··· Dataset extract ···

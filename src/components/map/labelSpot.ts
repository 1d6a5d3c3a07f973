import type { Pixel } from '../../composables/mapTypes.ts'

/** How much of a label has room in its block. */
export type LabelForm = 'full' | 'narrow' | 'slip' | 'code' | 'outside'
export interface LabelSpot {
  form: LabelForm
  at: Pixel
}

/** Width and height in pixels that each form needs, best form first. */
const FORMS: readonly (readonly [LabelForm, number, number])[] = [
  ['full', 58, 40],
  ['narrow', 27, 36],
  ['slip', 50, 20],
  ['code', 22, 18],
]
const GRID = 17
const MOST_POINTS = 240
const OUTSIDE_GAP = 9

/**
 * Where in a block its label stands, and in which form.
 * @param rings the rings of one polygon in pixels, outer first; holes are kept clear.
 * @returns the roomiest point for the first form that fits, or a point over the block's top where none does.
 */
export function labelSpot(rings: readonly (readonly Pixel[])[]): LabelSpot {
  const thinned = rings.map(thin)
  const spots = roomySpots(thinned)
  for (const [form, width, height] of FORMS) {
    const at = spots.find((spot) => rectangleFits(thinned, spot, width / 2, height / 2))
    if (at !== undefined) return { form, at }
  }
  return { form: 'outside', at: overTheTop(thinned[0] ?? []) }
}

/** Candidate points inside, the ones farthest from any edge first. */
function roomySpots(rings: readonly (readonly Pixel[])[]): Pixel[] {
  const { minX, minY, maxX, maxY } = boxOf(rings[0] ?? [])
  const middle: Pixel = [(minX + maxX) / 2, (minY + maxY) / 2]
  const found: { at: Pixel; room: number }[] = []
  for (let column = 1; column < GRID; column += 1) {
    for (let row = 1; row < GRID; row += 1) {
      const at: Pixel = [minX + ((maxX - minX) * column) / GRID, minY + ((maxY - minY) * row) / GRID]
      if (!isInside(rings, at)) continue
      const fromMiddle = Math.hypot(at[0] - middle[0], at[1] - middle[1])
      found.push({ at, room: roomAt(rings, at) - fromMiddle * 0.15 })
    }
  }
  return found.sort((a, b) => b.room - a.room).map((spot) => spot.at)
}

/** Distance to the nearest edge; sideways counts less, for labels are wider than high. */
function roomAt(rings: readonly (readonly Pixel[])[], [x, y]: Pixel): number {
  let least = Number.POSITIVE_INFINITY
  eachEdge(rings, (from, to) => {
    const [ax, ay, bx, by] = [(from[0] - x) * 0.7, from[1] - y, (to[0] - x) * 0.7, to[1] - y]
    const length = (bx - ax) ** 2 + (by - ay) ** 2
    const along = length === 0 ? 0 : Math.min(1, Math.max(0, -(ax * (bx - ax) + ay * (by - ay)) / length))
    least = Math.min(least, Math.hypot(ax + along * (bx - ax), ay + along * (by - ay)))
  })
  return least
}

function rectangleFits(rings: readonly (readonly Pixel[])[], [x, y]: Pixel, halfWidth: number, halfHeight: number): boolean {
  let free = true
  eachEdge(rings, (from, to) => {
    if (free && crossesBox(from, to, x - halfWidth, y - halfHeight, x + halfWidth, y + halfHeight)) free = false
  })
  return free
}

/** Whether a segment touches a box (clipping the segment by each side in turn). */
function crossesBox(from: Pixel, to: Pixel, minX: number, minY: number, maxX: number, maxY: number): boolean {
  let enter = 0
  let leave = 1
  const steps = [to[0] - from[0], to[1] - from[1]] as const
  const bounds = [[minX, maxX, from[0], steps[0]], [minY, maxY, from[1], steps[1]]] as const
  for (const [low, high, start, step] of bounds) {
    if (step === 0) {
      if (start < low || start > high) return false
      continue
    }
    const first = (low - start) / step
    const second = (high - start) / step
    enter = Math.max(enter, Math.min(first, second))
    leave = Math.min(leave, Math.max(first, second))
    if (enter > leave) return false
  }
  return true
}

function isInside(rings: readonly (readonly Pixel[])[], [x, y]: Pixel): boolean {
  let inside = false
  eachEdge(rings, (from, to) => {
    const straddles = from[1] > y !== to[1] > y
    if (straddles && x < from[0] + ((y - from[1]) / (to[1] - from[1])) * (to[0] - from[0])) inside = !inside
  })
  return inside
}

function eachEdge(rings: readonly (readonly Pixel[])[], visit: (from: Pixel, to: Pixel) => void): void {
  for (const ring of rings) {
    ring.forEach((from, index) => {
      const to = ring[(index + 1) % ring.length]
      if (to !== undefined) visit(from, to)
    })
  }
}

function overTheTop(ring: readonly Pixel[]): Pixel {
  const { minX, minY, maxX } = boxOf(ring)
  return [(minX + maxX) / 2, minY - OUTSIDE_GAP]
}

function boxOf(ring: readonly Pixel[]): { minX: number; minY: number; maxX: number; maxY: number } {
  let [minX, minY, maxX, maxY] = [Infinity, Infinity, -Infinity, -Infinity]
  for (const [x, y] of ring) {
    minX = Math.min(minX, x)
    minY = Math.min(minY, y)
    maxX = Math.max(maxX, x)
    maxY = Math.max(maxY, y)
  }
  return { minX, minY, maxX, maxY }
}

function thin(ring: readonly Pixel[]): readonly Pixel[] {
  const step = Math.ceil(ring.length / MOST_POINTS)
  return step <= 1 ? ring : ring.filter((_, index) => index % step === 0)
}
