import type { Position } from './geometryTypes.ts'

/** Points as `parsePoints` reads them: one a line, latitude first, decimal degrees with 7 decimals. */
export function formatPoints(points: readonly Position[]): string {
  return points.map(([lon, lat]) => `${lat.toFixed(7)}, ${lon.toFixed(7)}`).join('\n')
}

···

§ **What is required**:
The whole listing needs repeating. Match each line exactly.

§ **Exercise result**:
filename src/components/map/labelSpot.ts
repository 1d6a5d3c3a07f973
import type { Pixel } from '../../composables/mapTypes.ts'

/** How much of a label has room in its block. */
export type LabelForm = 'full' | 'narrow' | 'slip' | 'code' | 'outside'
export interface LabelSpot {
  form: LabelForm
  at: Pixel
}

/** Width and height in pixels that each form needs, best form first. */
const FORMS: readonly (readonly [LabelForm, number, number])[] = [
  ['full', 58, 40],
  ['narrow', 27, 36],
  ['slip', 50, 20],
  ['code', 22, 18],
]
const GRID = 17
const MOST_POINTS = 240
const OUTSIDE_GAP = 9

/**
 * Where in a block its label stands, and in which form.
 * @param rings the rings of one polygon in pixels, outer first; holes are kept clear.
 * @returns the roomiest point for the first form that fits, or a point over the block's top where none does.
 */
export function labelSpot(rings: readonly (readonly Pixel[])[]): LabelSpot {
  const thinned = rings.map(thin)
  const spots = roomySpots(thinned)
  for (const [form, width, height] of FORMS) {
    const at = spots.find((spot) => rectangleFits(thinned, spot, width / 2, height / 2))
    if (at !== undefined) return { form, at }
  }
  return { form: 'outside', at: overTheTop(thinned[0] ?? []) }
}

/** Candidate points inside, the ones farthest from any edge first. */
function roomySpots(rings: readonly (readonly Pixel[])[]): Pixel[] {
  const { minX, minY, maxX, maxY } = boxOf(rings[0] ?? [])
  const middle: Pixel = [(minX + maxX) / 2, (minY + maxY) / 2]
  const found: { at: Pixel; room: number }[] = []
  for (let column = 1; column < GRID; column += 1) {
    for (let row = 1; row < GRID; row += 1) {
      const at: Pixel = [minX + ((maxX - minX) * column) / GRID, minY + ((maxY - minY) * row) / GRID]
      if (!isInside(rings, at)) continue
      const fromMiddle = Math.hypot(at[0] - middle[0], at[1] - middle[1])
      found.push({ at, room: roomAt(rings, at) - fromMiddle * 0.15 })
    }
  }
  return found.sort((a, b) => b.room - a.room).map((spot) => spot.at)
}

/** Distance to the nearest edge; sideways counts less, for labels are wider than high. */
function roomAt(rings: readonly (readonly Pixel[])[], [x, y]: Pixel): number {
  let least = Number.POSITIVE_INFINITY
  eachEdge(rings, (from, to) => {
    const [ax, ay, bx, by] = [(from[0] - x) * 0.7, from[1] - y, (to[0] - x) * 0.7, to[1] - y]
    const length = (bx - ax) ** 2 + (by - ay) ** 2
    const along = length === 0 ? 0 : Math.min(1, Math.max(0, -(ax * (bx - ax) + ay * (by - ay)) / length))
    least = Math.min(least, Math.hypot(ax + along * (bx - ax), ay + along * (by - ay)))
  })
  return least
}

function rectangleFits(rings: readonly (readonly Pixel[])[], [x, y]: Pixel, halfWidth: number, halfHeight: number): boolean {
  let free = true
  eachEdge(rings, (from, to) => {
    if (free && crossesBox(from, to, x - halfWidth, y - halfHeight, x + halfWidth, y + halfHeight)) free = false
  })
  return free
}

/** Whether a segment touches a box (clipping the segment by each side in turn). */
function crossesBox(from: Pixel, to: Pixel, minX: number, minY: number, maxX: number, maxY: number): boolean {
  let enter = 0
  let leave = 1
  const steps = [to[0] - from[0], to[1] - from[1]] as const
  const bounds = [[minX, maxX, from[0], steps[0]], [minY, maxY, from[1], steps[1]]] as const
  for (const [low, high, start, step] of bounds) {
    if (step === 0) {
      if (start < low || start > high) return false
      continue
    }
    const first = (low - start) / step
    const second = (high - start) / step
    enter = Math.max(enter, Math.min(first, second))
    leave = Math.min(leave, Math.max(first, second))
    if (enter > leave) return false
  }
  return true
}

function isInside(rings: readonly (readonly Pixel[])[], [x, y]: Pixel): boolean {
  let inside = false
  eachEdge(rings, (from, to) => {
    const straddles = from[1] > y !== to[1] > y
    if (straddles && x < from[0] + ((y - from[1]) / (to[1] - from[1])) * (to[0] - from[0])) inside = !inside
  })
  return inside
}

function eachEdge(rings: readonly (readonly Pixel[])[], visit: (from: Pixel, to: Pixel) => void): void {
  for (const ring of rings) {
    ring.forEach((from, index) => {
      const to = ring[(index + 1) % ring.length]
      if (to !== undefined) visit(from, to)
    })
  }
}

function overTheTop(ring: readonly Pixel[]): Pixel {
  const { minX, minY, maxX } = boxOf(ring)
  return [(minX + maxX) / 2, minY - OUTSIDE_GAP]
}

function boxOf(ring: readonly Pixel[]): { minX: number; minY: number; maxX: number; maxY: number } {
  let [minX, minY, maxX, maxY] = [Infinity, Infinity, -Infinity, -Infinity]
  for (const [x, y] of ring) {
    minX = Math.min(minX, x)
    minY = Math.min(minY, y)
    maxX = Math.max(maxX, x)
    maxY = Math.max(maxY, y)
  }
  return { minX, minY, maxX, maxY }
}

function thin(ring: readonly Pixel[]): readonly Pixel[] {
  const step = Math.ceil(ring.length / MOST_POINTS)
  return step <= 1 ? ring : ring.filter((_, index) => index % step === 0)
}
import type { Position } from './geometryTypes.ts'

/** Points as `parsePoints` reads them: one a line, latitude first, decimal degrees with 7 decimals. */
export function formatPoints(points: readonly Position[]): string {
  return points.map(([lon, lat]) => `${lat.toFixed(7)}, ${lon.toFixed(7)}`).join('\n')
}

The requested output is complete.